Pointing to Justice Oka’s sensitive approach with the COVID-19 crisis, Justice D.Y. Chandrachud of the Supreme Court remarked, “When the dust settles, what we will have in mind is CJ Oka holding out a flower to a staff member in the registry who resumed work after quarantine”.
This gesture was emblematic of the empathy and care characterized his orders, especially in the COVID-19 PIL.
Justice Oka’s legacy as Karnataka High Court Chief Justice
Justice Oka’s tenure as Chief Justice at the Karnataka High Court was an example of judicial activism within the four corners of law but imbued with a constitutional philosophy.

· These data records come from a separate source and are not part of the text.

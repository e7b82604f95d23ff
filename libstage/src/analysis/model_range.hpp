// Whether a solution lies where the device models hold, for every analysis
// that reports one: the bias point after Newton, each accepted time step.
#pragma once

#include <string>
#include <string_view>
#include <vector>

#include "mna/system.hpp"

namespace stage::analysis {

// Asks every device whether solution `at` lies in its model's range (see
// mna::ModelRangeFindings). Throws NumericalError naming each device whose
// equations do not hold there, the message opening with `what_failed`;
// returns one warning per device that is only far outside its
// characterised range.
std::vector<std::string> check_model_ranges(const mna::System& system, const mna::EvalRequest& at,
                                            std::string_view what_failed);

}  // namespace stage::analysis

Justice Oka’s judgments, while within the four corners of the law, embodied a vision of the Constitution rooted in respect for the dignity of the suffering individual, be he/she a prisoner, manual scavenger, transgender, slum dweller, illegal migrant or a Kashmiri student. All those whose rights were dispensable in the dominant imagination of the nation, are not marginal within the four corners of the Constitution.
Justice Oka’s constitutional craft embodied an unfailing allegiance to the spirit of the Constitution based on an equal respect for all persons.
(Mohammed Afeef and Basawa Prasad Kunale are advocates practicing in the courts of Bangalore including the Karnataka High Court. The authors thank Arvind Narrain for his inputs. The views expressed are personal.)